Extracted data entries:
def _stress_table(stresses: list[dict]) -> Table:
    t = Table(box=box.SIMPLE_HEAD, title="Component stresses", title_justify="left",
              pad_edge=False)
    t.add_column("item", overflow="fold")
    t.add_column("value", justify="right")
    t.add_column("rating", justify="right")
    t.add_column("verdict")
    t.add_column("condition / note", overflow="fold")
    for s in stresses:
        note = "; ".join(x for x in (s["condition"], s["note"]) if x)
        t.add_row(humanize(s["item"]), fmt(s["value"], 3, s["unit"]),
                  fmt(s["limit"], 3, s["unit"]), _verdict(s["verdict"]), humanize(note))
    return t


def numbered_notes(notes: list[str]) -> Table:
    """Notes printed whole under a table that cites them as ``[n]``: "[1]  text", with the
    text's wrapped lines hanging under its first word."""
    grid = Table(box=None, show_header=False, pad_edge=False)
    grid.add_column(justify="right", no_wrap=True)
    grid.add_column(overflow="fold")
    for k, note in enumerate(notes, 1):
        grid.add_row(f"[{k}]", note)
    return grid


#: narrower than this, a limit row's clause or reason moves out of the table into a numbered
#: note under it (a column of 14 characters breaks words such as "line-to-neutral")
NOTES_BELOW_WIDTH = 110


def _compliance_tables(rows: list[dict], width: int = 120) -> list:
    """One small table per limit set (its id and edition as the title), then a caption.

    At widths under :data:`NOTES_BELOW_WIDTH` the clause or reason of each row is a note
    ``[n]`` printed in full under its table (the same text once, however many rows cite it).
    """
    out: list = [Text("Compliance with published limits", style="bold")]
    sets: dict[str, list[dict]] = {}
    for r in rows:
        sets.setdefault(r["set"], []).append(r)
    below = width < NOTES_BELOW_WIDTH
    for name, group in sets.items():
        t = Table(box=box.SIMPLE_HEAD, title=f"{name}  ({group[0].get('edition', '')})",
                  title_justify="left", pad_edge=False)
        t.add_column("quantity", min_width=12, overflow="fold")
        t.add_column("value", justify="right")
        t.add_column("limit", justify="right")
        t.add_column("used", justify="right")
        t.add_column("headroom", justify="right")
        t.add_column("verdict")
        t.add_column("note" if below else "clause / reason", overflow="fold")
        notes: list[str] = []
        for r in group:
            unit = "" if r.get("unit") in ("1", "-") else r.get("unit", "")
            used = "" if r.get("used_pct") is None else f"{r['used_pct']:.0f} %"
            scope = r.get("scope", "in scope")
            why = r.get("reason") or r.get("clause", "")
            if scope != "in scope":
                why = scope + (f"; {r['reason']}" if r.get("reason") else "")
            why = humanize(why)
            if below and why:
                if why not in notes:
                    notes.append(why)
                why = f"[{notes.index(why) + 1}]"
            # out of scope: shown, dimmed, never as a pass or a failure
            t.add_row(quantity_label(r["quantity"], order=True), fmt(r.get("value"), 3, unit),
                      fmt(r.get("limit"), 3, unit), used, fmt(r.get("headroom"), 2, unit),
                      _verdict(r["verdict"]), why,
                      style="dim" if scope != "in scope" else None)
        out.append(t)
        if notes:
            out.append(numbered_notes(notes))
    out.append(Text("Margins against the tables in data/limits/ (mostly from memory): an "
                    "engineering aid, not a certification; the standards' texts, local "
                    "codes and licensed practice govern.", style="dim"))
    return out
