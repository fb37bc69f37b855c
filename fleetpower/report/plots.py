"""Figures for comparisons (optional extra: ``pip install fleetpower[plot]``).

Owns: the comparison figures (PNG and SVG). Imports matplotlib only when called; may import
``limits`` and the comparison's results; nothing imports it but ``cli``.
"""

from __future__ import annotations

from pathlib import Path

import numpy as np

from ..errors import FleetpowerError
from ..limits.tables import load_limit_set

PLOT_HINT = "plots need matplotlib: pip install 'fleetpower[plot]'"


def require_matplotlib():
    """Import matplotlib with a headless backend, or raise a clear error."""
    try:
        import matplotlib

        matplotlib.use("Agg")
        import matplotlib.pyplot as plt
    except ImportError:
        raise FleetpowerError(PLOT_HINT) from None
    return plt


def _save(fig, out: Path, stem: str) -> list[Path]:
    paths = []
    for ext in ("png", "svg"):
        p = out / f"{stem}.{ext}"
        tmp = out / f".{stem}.tmp.{ext}"
        fig.savefig(tmp, dpi=110, format=ext)
        tmp.replace(p)
        paths.append(p)
    return paths


def comparison_figures(cmp, folder) -> list[Path]:
    """Write three figures (PNG and SVG each) for a comparison.

    - ``waveforms``: mains voltage and input current over one cycle, one axes per design
      (at its rated state);
    - ``spectrum``: harmonic current per unit against the IEC 61000-3-2 Class A limit
      line (for reference: it applies only above 75 W), one axes per design;
    - ``lifetime_cost``: cumulative discounted cost over the service life, all designs.

    Returns the paths written.
    """
    plt = require_matplotlib()
    from ..limits.applicability import rated_state

    out = Path(folder)
    out.mkdir(parents=True, exist_ok=True)
    n = len(cmp.candidates)
    written: list[Path] = []
    fig, axes = plt.subplots(n, 1, figsize=(7, 2.4 * n), squeeze=False)
    for ax, c in zip(axes[:, 0], cmp.candidates, strict=True):
        r = next(s for s in c.unit.states if s.state == rated_state(c.design))
        t_ms = r.t_s * 1e3
        ax.plot(t_ms, r.v_v, color="0.5", lw=1, label="mains voltage [V]")
        ax.set_ylabel("V")
        ax2 = ax.twinx()
        ax2.plot(t_ms, r.i_a * 1e3, color="tab:red", lw=1.2, label="input current [mA]")
        ax2.set_ylabel("mA")
        ax.set_title(f"{c.design.name}: state '{r.state}'", fontsize=9)
    axes[-1, 0].set_xlabel("time [ms]")
    fig.tight_layout()
    written += _save(fig, out, "waveforms")
    plt.close(fig)

    limits = load_limit_set("iec61000-3-2-class-a")
    lim_h = limits["harmonic"].to_numpy(dtype=float)
    lim_a = limits["limit"].to_numpy(dtype=float)
    fig, axes = plt.subplots(n, 1, figsize=(7, 2.4 * n), squeeze=False)
    for ax, c in zip(axes[:, 0], cmp.candidates, strict=True):
        r = next(s for s in c.unit.states if s.state == rated_state(c.design))
        h = np.arange(1, 41)
        ax.bar(h, np.abs(r.pq.i_h_a[1:41]) * 1e3, color="tab:blue", label="unit [mA]")
        ax.plot(lim_h, lim_a * 1e3, "k_", ms=8, label="Class A limit [mA] (> 75 W only)")
        ax.set_yscale("log")
        ax.set_ylabel("mA rms")
        ax.set_title(c.design.name, fontsize=9)
        ax.legend(fontsize=7, loc="upper right")
    axes[-1, 0].set_xlabel("harmonic order")
    fig.tight_layout()
    written += _save(fig, out, "spectrum")
    plt.close(fig)

    fig, ax = plt.subplots(figsize=(7, 3.5))
    for c in cmp.candidates:
        ax.plot(c.lifetime.index, c.lifetime["cost_cumulative_discounted"], marker="o",
                ms=3, label=c.design.name)
    ax.set_xlabel("year")
    ax.set_ylabel(f"cumulative discounted cost [{cmp.currency}]")
    ax.set_title(f"{cmp.fleet_name}: cost of ownership", fontsize=9)
    ax.legend(fontsize=7)
    ax.grid(alpha=0.3)
    fig.tight_layout()
    written += _save(fig, out, "lifetime_cost")
    plt.close(fig)
    return written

Exercise prompt. Using the entries above, determine how many lines include the string "mains" and write only that number.

Answer below. 2